Where did you go, Wendie Jo?

Amy was big, bold, and loveable, just like a great Cabernet. Sure, she clung a little too much to the idea that she could change Henry’s mind about her and take their relationship to the “more than friends” level, but she was always there and always made a difference. Amy was a steadfast, committed friend, even if she did forego the battleship tattoo across her chest that would have proven her love and commitment to Henry.

Cabernet Sauvignon is much like Amy—big, bold, and commands attention. And if you like red wine, you can’t get enough of it. Even if it comes on a little strong at first, you keep going back for more and are happy with each subsequent serving. Not always what you’re looking for, but both Amy and a good Cab are always welcomed.


Sonny Lumet


Sonny, Sonny, Sonny…

Blond, bubbly, and luscious. Have I described the legendary sparkling wine or 1980s wanna-be dancer (who passed the time waiting for her big break by working as a nurse—really)? We’ll go with both and say that Sonny was a special, special television character in many a teenage boy’s life.

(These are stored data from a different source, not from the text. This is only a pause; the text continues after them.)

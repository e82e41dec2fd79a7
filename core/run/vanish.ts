/**
 * What becomes of a vanished bubble's gas and links: the gas goes in equal parts to what its open links lead to, its links go,
 * and where the user asked for it its neighbours are joined.
 */
import { nameOf, type Build } from './build.ts';
import type { RunEvent } from './record.ts';
import { BUBBLE, type LinkTable, type Network } from '../network/network.ts';
import { GAS_CONSTANT } from '../quantities/constants.ts';
import { TUBE } from '../transfer/tube.ts';
import type { Adjacency } from './adjacency.ts';

/** Places in the adjacency of the open links of node i whose other end lives. */
export function openLinks(
  i: number,
  adjacency: Adjacency,
  alive: Uint8Array,
  linkOpen: readonly Uint8Array[],
): number[] {
  const places: number[] = [];
  for (let e = adjacency.start[i]!; e < adjacency.start[i + 1]!; e++) {
    if (alive[adjacency.other[e]!] !== 0 && linkOpen[adjacency.group[e]!]![adjacency.link[e]!] !== 0) places.push(e);
  }
  return places;
}

/**
 * Hands over all gas of node i; without a neighbour it goes to `dropped`.
 * @returns mol handed over, and the names-to-be of who received it
 */
export function handOver(
  i: number,
  y: Float64Array,
  species: number,
  adjacency: Adjacency,
  alive: Uint8Array,
  linkOpen: readonly Uint8Array[],
  dropped: Float64Array,
): { amount: number; receivers: number[] } {
  const receivers = openLinks(i, adjacency, alive, linkOpen).map((e) => adjacency.other[e]!);
  let amount = 0;
  for (let k = 0; k < species; k++) {
    const rest = y[i * species + k]!;
    amount += rest;
    y[i * species + k] = 0;
    if (receivers.length === 0) dropped[k] = dropped[k]! + rest;
    for (const j of receivers) y[j * species + k]! += rest / receivers.length;
  }
  return { amount, receivers };
}

/** A link that stands in for two that met in a vanished bubble. */
interface Joint {
  readonly group: number;
  readonly first: number;
  readonly second: number;
  readonly from: number;
  readonly to: number;
}

/**
 * The network with the neighbours of node i joined, each two by a link of the kind that led both to it: tubes in series
 * (the narrower bore, a length of equal resistance), films of mean permeance and extent, liquid paths of added distance.
 * Neighbours that are linked already by that kind are left as they are.
 */
export function joinNeighbours(
  network: Network,
  i: number,
  adjacency: Adjacency,
  alive: Uint8Array,
  linkOpen: readonly Uint8Array[],
): Network {
  const places = openLinks(i, adjacency, alive, linkOpen);
  const joints: Joint[] = [];
  for (let a = 0; a < places.length; a++) {
    for (let b = a + 1; b < places.length; b++) {
      const group = adjacency.group[places[a]!]!;
      const from = adjacency.other[places[a]!]!;
      const to = adjacency.other[places[b]!]!;
      const kind = network.links[group]!.kind;
      if (adjacency.group[places[b]!] !== group || from === to || kind === 'pool-path') continue;
      if (network.nodes.kind[from] !== BUBBLE && network.nodes.kind[to] !== BUBBLE && kind !== 'tube') continue;
      const linked = openLinks(from, adjacency, alive, linkOpen).some(
        (e) => adjacency.other[e] === to && adjacency.group[e] === group,
      );
      if (!linked)
        joints.push({ group, first: adjacency.link[places[a]!]!, second: adjacency.link[places[b]!]!, from, to });
    }
  }
  if (joints.length === 0) return network;
  const made: string[] = [];
  const madeBefore = Math.min(0, ...network.links.flatMap((table) => Array.from(table.origin)));
  const links = network.links.map((table, g) => {
    const mine = joints.filter((joint) => joint.group === g);
    return mine.length === 0
      ? table
      : extend(network, table, mine, (joint) => {
          made.push(`${network.linkName(table.origin[joint.first]!)}+${network.linkName(table.origin[joint.second]!)}`);
          return madeBefore - made.length;
        });
  });
  const before = network.linkName;
  return {
    ...network,
    links,
    linkName: (origin) => (origin < madeBefore ? made[madeBefore - origin - 1]! : before(origin)),
  };
}

function extend(
  network: Network,
  table: LinkTable,
  joints: readonly Joint[],
  nameOf: (joint: Joint) => number,
): LinkTable {
  const { stride } = table;
  const count = table.count + joints.length;
  const coefficients = new Float64Array(count * stride);
  coefficients.set(table.coefficients);
  const grow = (from: Float64Array, mean: (joint: Joint) => number): Float64Array =>
    from.length === 0 ? from : Float64Array.from([...from, ...joints.map(mean)]);
  joints.forEach((joint, q) => {
    const a = table.coefficients.subarray(joint.first * stride, (joint.first + 1) * stride);
    const b = table.coefficients.subarray(joint.second * stride, (joint.second + 1) * stride);
    coefficients.set(joined(network, table, a, b), (table.count + q) * stride);
  });
  return {
    ...table,
    count,
    origin: Int32Array.from([...table.origin, ...joints.map(nameOf)]),
    from: Int32Array.from([...table.from, ...joints.map((joint) => joint.from)]),
    to: Int32Array.from([...table.to, ...joints.map((joint) => joint.to)]),
    coefficients,
    open: [...table.open, ...joints.map(() => null)],
    thickness: grow(table.thickness, (joint) => 0.5 * (table.thickness[joint.first]! + table.thickness[joint.second]!)),
    extent: grow(table.extent, (joint) => 0.5 * (table.extent[joint.first]! + table.extent[joint.second]!)),
  };
}

function joined(network: Network, table: LinkTable, a: Float64Array, b: Float64Array): Float64Array {
  switch (table.kind) {
    case 'tube': {
      const series = 1 / (1 / a[TUBE.conductance]! + 1 / b[TUBE.conductance]!);
      const radius = Math.min(a[TUBE.radius]!, b[TUBE.radius]!);
      const length = (Math.PI * radius ** 4) / (16 * series * GAS_CONSTANT * network.temperature);
      const own = a[TUBE.viscosity]!;
      // Two viscosities of their own cannot be one: the mean stands for both.
      return Float64Array.of(series, radius, length, 0.5 * (own + b[TUBE.viscosity]!));
    }
    case 'film-area':
    case 'film-share':
      return a.map((value, k) => 0.5 * (value + b[k]!));
    case 'liquid-path':
    case 'pool-path': {
      const species = network.species.length;
      return a.map((value, k) => (k < species ? value : value + b[k]!));
    }
  }
}

/** @param receivers whom its gas went to; null: all that its open links lead to */
export function vanishedEvent(
  build: Build,
  node: number,
  time: number,
  amount: number,
  receivers: readonly number[] | null,
): RunEvent {
  const names = (receivers ?? openEnds(build, node)).map((i) => nameOf(build, i));
  const detail =
    names.length === 0
      ? 'no neighbour was left to take its gas: it left the network'
      : `its last gas went to ${names.length > 6 ? `${names.slice(0, 6).join(', ')} and ${names.length - 6} more` : names.join(', ')}`;
  return {
    time,
    event: 'bubble-vanished',
    subject: nameOf(build, node),
    partner: '',
    link: '',
    value: amount,
    unit: 'mol',
    detail,
  };
}

/** Nodes at the far ends of a node's open links. */
function openEnds(build: Build, node: number): number[] {
  const { adjacency, alive, linkOpen } = build;
  const ends: number[] = [];
  for (let e = adjacency.start[node]!; e < adjacency.start[node + 1]!; e++) {
    const other = adjacency.other[e]!;
    if (alive[other] !== 0 && linkOpen[adjacency.group[e]!]![adjacency.link[e]!] !== 0) ends.push(other);
  }
  return ends;
}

Like a fine Champagne, Sonny (…Sonny, Sonny) goes right to our er- (heads?) and keeps us wanting more…


Ruth Dunbar

Penfolds 2004 Block 42

Ruth Dunbaaaahr!

Ruth Dunbar, trailblazer extraordinaire. She was an ad executive in the 1970s and a woman? All that bra burning paid off for that fiery “gingy!” Ruth was a cult of personality that screamed moneyed elite (her strangely proper, but not-quite-British accent didn’t hurt that supposition, either). And oddly enough, Ruth is a little similar to Holland Taylor’s Evelyn Harper on Two and a Half Men. And despite a 20+-year break in cherry supporting roles on TV sitcoms, she pretty much looks the same.

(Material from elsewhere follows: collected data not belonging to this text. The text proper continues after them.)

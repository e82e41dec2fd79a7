/**
 * The network as a system of rates: nodes evaluated, links added, feeds and hand-over sources added, and the analytic Jacobian
 * assembled into a matrix that fits the network's structure. This is where a bubble becomes an unknown.
 */
import type { System } from '../integrate/system.ts';
import type { AssembledMatrix } from '../integrate/linear/assembled.ts';
import { createMatrix } from '../integrate/linear/choose-matrix.ts';
import { createColumnSums } from './column-sums.ts';
import { evaluateNodes } from '../network/evaluate.ts';
import { BUBBLE, CAVITY, OUTSIDE, POOL, stateSize, type Network } from '../network/network.ts';
import { createNodeState, setActiveBubbles, type NodeState } from '../network/node-state.ts';
import { waveformSlope, waveformValue, type Waveform } from '../network/waveform.ts';
import { GAS_CONSTANT } from '../quantities/constants.ts';
import { createLinkGroup, type LinkGroup, type LinkKernel } from '../transfer/link-kernel.ts';
import { LINK_KERNELS } from '../transfer/register.ts';

/** Up to this size the work space of `rateBound` is kept. */
const LARGEST_KEPT = 1000;

/** Gas that arrives from bubbles that are carried apart: per unknown a quadratic in time since `origin`. */
export interface SourceTerms {
  origin: number;
  count: number;
  readonly unknown: Int32Array;
  /** Place of an unknown in the list, or -1. */
  readonly place: Int32Array;
  readonly coefficients: Float64Array; // 3 a place: mol/s, mol/s^2, mol/s^3
}

/** Adds a + b tau + c tau^2, mol/s, to what unknown u gets. */
export function addSource(sources: SourceTerms, u: number, a: number, b: number, c: number): void {
  let place = sources.place[u]!;
  if (place < 0) {
    place = sources.count++;
    sources.place[u] = place;
    sources.unknown[place] = u;
    sources.coefficients.fill(0, 3 * place, 3 * place + 3);
  }
  sources.coefficients[3 * place]! += a;
  sources.coefficients[3 * place + 1]! += b;
  sources.coefficients[3 * place + 2]! += c;
}

export interface NetworkSystem extends System {
  readonly network: Network;
  readonly state: NodeState;
  readonly groups: readonly { readonly group: LinkGroup; readonly kernel: LinkKernel }[];
  readonly sources: SourceTerms;
  /** The next edge of a waveform: at and beyond it, edges have the value before it. */
  segmentEnd: number;
  /** Evaluates node states at (t, y) without rates. Returns false where a bubble has no state. */
  evaluate(t: number, y: Float64Array, withSlopes: boolean): boolean;
  /**
   * Chooses the unknowns that move and the links that carry gas.
   * @param nodeActive one entry a node; inactive ones (vanished or carried apart) keep their amounts
   * @param linkOpen one array a group, one entry a link: alive and its valve open
   */
  setActive(nodeActive: Uint8Array, linkOpen: readonly Uint8Array[]): void;
}

/**
 * @param tolerance relative error of a bubble's amount in one step; of a cavity's and a pool's pressure against `pressureSignal`
 * @param pressureSignal the size of the pressure differences that drive the network, Pa
 */
export function createNetworkSystem(network: Network, tolerance: number, pressureSignal: number): NetworkSystem {
  const { nodes, feeds } = network;
  const species = network.species.length;
  const size = stateSize(network);
  const state = createNodeState(network);
  const groups = network.links.map((table) => ({ group: createLinkGroup(table), kernel: LINK_KERNELS[table.kind] }));
  const active = new Uint8Array(nodes.count).fill(1);
  const sources: SourceTerms = {
    origin: 0,
    count: 0,
    unknown: new Int32Array(size),
    place: new Int32Array(size).fill(-1),
    coefficients: new Float64Array(3 * size),
  };
  let matrix: AssembledMatrix | null = null;
  let columnSums: ReturnType<typeof createColumnSums> | null = null;

  const assembled = (): AssembledMatrix => (matrix ??= buildMatrix(network, groups));

  const side = (t: number): 1 | -1 => (t >= system.segmentEnd ? -1 : 1);

  /** Rates from the present node state: links, feeds, and what bubbles carried apart hand over. */
  function addAll(t: number, out: Float64Array): void {
    out.fill(0);
    for (const { group, kernel } of groups) {
      if (group.activeCount > 0) kernel.addRates(group, state, t, out);
    }
    if (feeds.length > 0) addFeeds(network, (wave) => waveformValue(wave, t, side(t)), active, out);
    const tau = t - sources.origin;
    const c = sources.coefficients;
    for (let q = 0; q < sources.count; q++) {
      const u = sources.unknown[q]!;
      out[u] = out[u]! + c[3 * q]! + tau * (c[3 * q + 1]! + tau * c[3 * q + 2]!);
    }
  }

  /** No rates where a node has no state: NaN at that node alone, so that it can be named. */
  function markFailure(out: Float64Array): void {
    out.fill(0);
    out.fill(NaN, state.failed * species, (state.failed + 1) * species);
  }

  const system: NetworkSystem = {
    size,
    network,
    state,
    groups,
    sources,
    segmentEnd: Infinity,
    get matrix() {
      return assembled();
    },

    evaluate(t, y, withSlopes) {
      return evaluateNodes(state, t, y, side(t), withSlopes);
    },

    rates(t, y, out) {
      if (system.evaluate(t, y, false)) addAll(t, out);
      else markFailure(out);
    },

    linearise(t, y, rates, timeDerivative) {
      const jacobian = assembled();
      timeDerivative.fill(0);
      jacobian.clear();
      if (!system.evaluate(t, y, true)) {
        jacobian.values.fill(NaN);
        markFailure(rates);
        return;
      }
      addAll(t, rates);
      for (const { group, kernel } of groups) {
        if (group.activeCount > 0) kernel.addSlopes(group, state, t, jacobian.values, timeDerivative);
      }
      if (feeds.length > 0) addFeeds(network, (wave) => waveformSlope(wave, t, side(t)), active, timeDerivative);
      const tau = t - sources.origin;
      for (let q = 0; q < sources.count; q++) {
        timeDerivative[sources.unknown[q]!]! +=
          sources.coefficients[3 * q + 1]! + 2 * tau * sources.coefficients[3 * q + 2]!;
      }
    },

    rateBound(t, y) {
      if (!system.evaluate(t, y, true)) return NaN;
      // Small networks are asked at every step, large ones once.
      const sums = columnSums ?? createColumnSums(size, species, groups);
      if (size <= LARGEST_KEPT) columnSums = sums;
      return sums(state, t);
    },

    errorScale(y, out) {
      const RT = GAS_CONSTANT * network.temperature;
      for (let i = 0; i < nodes.count; i++) {
        const kind = nodes.kind[i];
        if (active[i] === 0) {
          for (let k = 0; k < species; k++) out[i * species + k] = Infinity;
        } else if (kind === BUBBLE) {
          let n = 0;
          for (let k = 0; k < species; k++) n += y[i * species + k]!;
          // A trace is resolved to the tolerance down to a ten-thousandth of the bubble's gas.
          for (let k = 0; k < species; k++)
            out[i * species + k] = tolerance * (species === 1 ? n : y[i * species + k]! + 1e-4 * n);
        } else if (kind === CAVITY) {
          for (let k = 0; k < species; k++) out[i * species + k] = (tolerance * pressureSignal * nodes.volume[i]!) / RT;
        } else if (kind === POOL) {
          for (let k = 0; k < species; k++)
            out[i * species + k] = tolerance * pressureSignal * nodes.capacity[i * species + k]!;
        } else {
          for (let k = 0; k < species; k++) out[i * species + k] = Infinity;
        }
      }
    },

    setActive(nodeActive, linkOpen) {
      active.set(nodeActive);
      setActiveBubbles(state, nodeActive);
      groups.forEach(({ group }, g) => {
        const open = linkOpen[g]!;
        const { from, to, count } = group.table;
        let n = 0;
        for (let l = 0; l < count; l++) {
          if (open[l] !== 0 && nodeActive[from[l]!] !== 0 && nodeActive[to[l]!] !== 0) group.active[n++] = l;
        }
        group.activeCount = n;
      });
    },
  };
  return system;
}

function outsideNode(network: Network): number {
  return network.nodes.kind.indexOf(OUTSIDE);
}

/** Adds `amount` of each feed's wave (its value, or its slope) to the fed node, and takes it from the account outside. */
function addFeeds(network: Network, amount: (wave: Waveform) => number, active: Uint8Array, out: Float64Array): void {
  const species = network.species.length;
  const outside = outsideNode(network);
  for (const feed of network.feeds) {
    if (active[feed.node] === 0) continue;
    const rate = amount(feed.rate);
    for (let k = 0; k < species; k++) {
      out[feed.node * species + k]! += rate * feed.fraction[k]!;
      out[outside * species + k]! -= rate * feed.fraction[k]!;
    }
  }
}

/** The matrix that fits the pattern of the links, and the places of each link's entries in it. */
function buildMatrix(network: Network, groups: NetworkSystem['groups']): AssembledMatrix {
  const species = network.species.length;
  const perLink = 4 * species * species;
  const total = perLink * groups.reduce((sum, { group }) => sum + group.table.count, 0);
  const rows = new Int32Array(total);
  const columns = new Int32Array(total);
  let at = 0;
  for (const { group } of groups) {
    const { from, to, count } = group.table;
    for (let l = 0; l < count; l++) {
      // Quarters in the order of LinkGroup.slots: (from,from) (to,from) (from,to) (to,to).
      for (let quarter = 0; quarter < 4; quarter++) {
        const row = (quarter & 1 ? to[l]! : from[l]!) * species;
        const column = (quarter & 2 ? to[l]! : from[l]!) * species;
        for (let k = 0; k < species; k++) {
          for (let m = 0; m < species; m++) {
            rows[at] = row + k;
            columns[at++] = column + m;
          }
        }
      }
    }
  }
  const matrix = createMatrix(stateSize(network), rows, columns);
  at = 0;
  for (const { group } of groups) {
    const slots = new Int32Array(perLink * group.table.count);
    for (let s = 0; s < slots.length; s++, at++) slots[s] = matrix.slot(rows[at]!, columns[at]!);
    group.slots = slots;
  }
  return matrix;
}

So what’s with this very specific wine match for Ruth Dunbar? Well, the Penfolds Block 42 is a limited-release wine the likes of which we’ll not see again for a while. Sold in ampoules that retail for $168,000, these things are rare—only twelve of them were released. At that level of “full-time fancy,” both Ruth and the Block 42 are in such rare company you might think they were at a loss for friends, despite all the buzz around them. Come to think of it, Ruth herself told us as much in “Only the Lonely” (Season 1, Episode 14), when she invited Kip and Henry to her apartment for an intimate evening in (not that intimate—I said Ruth and Evelyn were similar, not carbon copies). Oh to be so much in a class of your own that it’s difficult to find friends.


Isabelle Hammond

Pinot Noir

“Tie a yellow ribbon…”

Isabelle was a singer with a voice (much like a well-made Pinot Noir) that was smoother than Elvis on the velvet. We didn’t see her sing a whole bunch, but she sure looked like one of Tony Orlando‘s Dawn band mates. Down-to-earth or full on, over the top fruity, both Isabelle and Pinot Noir have two sides, but you never mistake either for anything they’re not.

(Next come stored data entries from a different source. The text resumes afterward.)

/**
 * A few dying bubbles that touch one another, integrated apart from the network over one step.
 * Unknowns: s = R^2 of each (and its mole fractions where there are several species), and what each of its outer links has moved.
 * A bubble's amount and pressure are explicit in R, so nothing is solved inside; ds/dt = 2 R n_dot/(dn/dR).
 */
import { TSIT5 } from '../integrate/tableaus/tsit5.ts';
import { amountAndSlopeAtSize } from '../network/shaped.ts';
import { GAS_CONSTANT } from '../quantities/constants.ts';
import type { Adjacency } from './adjacency.ts';
import type { Vanishing } from './carried.ts';
import type { NetworkSystem, SourceTerms } from './system.ts';

/** What the neighbours show, as functions of time: their states now, one step before, and (once known) at the end of the step. */
export interface Surroundings {
  readonly now: NodeView;
  readonly past: NodeView;
  readonly next: NodeView;
  readonly pastStep: number; // 0 where there is no past
  readonly step: number; // 0 where the end is not known yet
}

export interface NodeView {
  readonly partial: Float64Array;
  readonly radius: Float64Array;
}

export interface Cluster {
  /** Unknowns of the network that this cluster's gas goes to (may repeat). */
  readonly receivers: readonly number[];
  /** Takes its bubbles and links; the object is used again for step after step. */
  assign(group: readonly number[]): void;
  /** Starts from the network's state: amounts y, radii as in the node state. */
  load(y: Float64Array): void;
  integrate(t: number, h: number, ambient: number, surroundings: Surroundings): void;
  /** Adds the outer flows of the last pass to the sources, as quadratics over [0, h] with the same total. */
  fit(h: number, sources: SourceTerms): void;
  /** Adds (moved in the last pass - moved by the fitted sources) to `out`, per unknown. */
  addMisplaced(out: Float64Array): void;
  addLosses(start: number, vanished: Vanishing[]): void;
  /** Puts the bubbles' node states to the end of the step. */
  showEnd(): void;
  /** Moves the bubbles' own amounts to the end of the step. */
  finish(y: Float64Array, adjust: (unknown: number, delta: number) => void, dropped: Float64Array): void;
  /** Turns the main system's dense output at tau after the start into the whole state. */
  complete(tau: number, y: Float64Array): void;
}
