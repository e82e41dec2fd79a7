/** Which bubbles may be carried apart when they die: free spheres that gas leaves by diffusion only, in a vessel of constant pressure. */
import { type Network } from '../network/network.ts';
import { LINK_KERNELS } from '../transfer/register.ts';
import type { RunSettings } from './settings.ts';

/** One entry a node: 1 for a candidate. */
export function carriedCandidates(network: Network): Uint8Array {
  const { nodes } = network;
  const candidate = new Uint8Array(nodes.count);
  if (network.ambient.wave !== 'constant') return candidate;
  for (let i = 0; i < nodes.bubbleCount; i++) {
    candidate[i] = nodes.mouth[i] === 0 && nodes.wallStiffness[i] === 0 ? 1 : 0;
  }
  for (const table of network.links) {
    if (LINK_KERNELS[table.kind].diffusive) continue;
    for (let l = 0; l < table.count; l++) {
      candidate[table.from[l]!] = 0;
      candidate[table.to[l]!] = 0;
    }
  }
  for (const feed of network.feeds) candidate[feed.node] = 0;
  return candidate;
}

/** Below this many candidates each vanishing is a stop of the main system: exact, and cheap enough. */
const FEWEST_CARRIED = 24;

/**
 * Whether a run that begins with these candidates, of which those with 1 in `alive` are there, carries its dying bubbles apart. Where
 * neighbours are to be joined the network changes with each of them, and each is a stop.
 */
export function carriesApart(candidates: Uint8Array, alive: Uint8Array, onVanish: RunSettings['onVanish']): boolean {
  if (onVanish === 'join-neighbours') return false;
  let count = 0;
  for (let i = 0; i < candidates.length; i++) count += candidates[i]! & alive[i]!;
  return count >= FEWEST_CARRIED;
}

Pinot Noir and Isabelle are both much better serious than silly, as Isabelle proved in “The Show Must Go On” (Season 1, Episode 16), when several attempts to rock out Neil Sedaka‘s “Breaking Up Is Hard To Do” (with the “Is-ettes,” conveniently comprised of Amy and Sonny) failed. Her final attempt (which cost Kip and Henry a good bit of their dignity when they agreed to keep doing odd jobs at the club to give Isabelle another chance on stage), stripped down to her, the piano player (apparently every club in the early 1980s employed a piano player), and that oh-so-70s-80s-ish camera work with stage lights, Isabelle sang the song beautifully.


Lilly Sinclair

White Zinfandel

Firm, but fair. And sassy. Don’t forget sassy!

Lilly only appeared in seventeen of the show’s thirty-seven episodes and those seventeen episodes were quite enough. I can’t imagine what demographic ABC was shooting for when they cast her in the show, but as manager and “den mother” of the Susan B. Anthony Hotel for Women, she worked, even if she didn’t bring too much to the table (remind you of a particular wine?).

Lilly was a sassy old broad who said what was on her mind, even if it was predictably “shocking” (just like the White-Zinfandel guzzling cougars I discuss here).  Kinda like White Zinfandel, Lilly was part of the story, but didn’t move it along too much, and we certainly didn’t miss her when she wasn’t around.


There it is. Discuss as you see fit. We’re always up for debate about TV.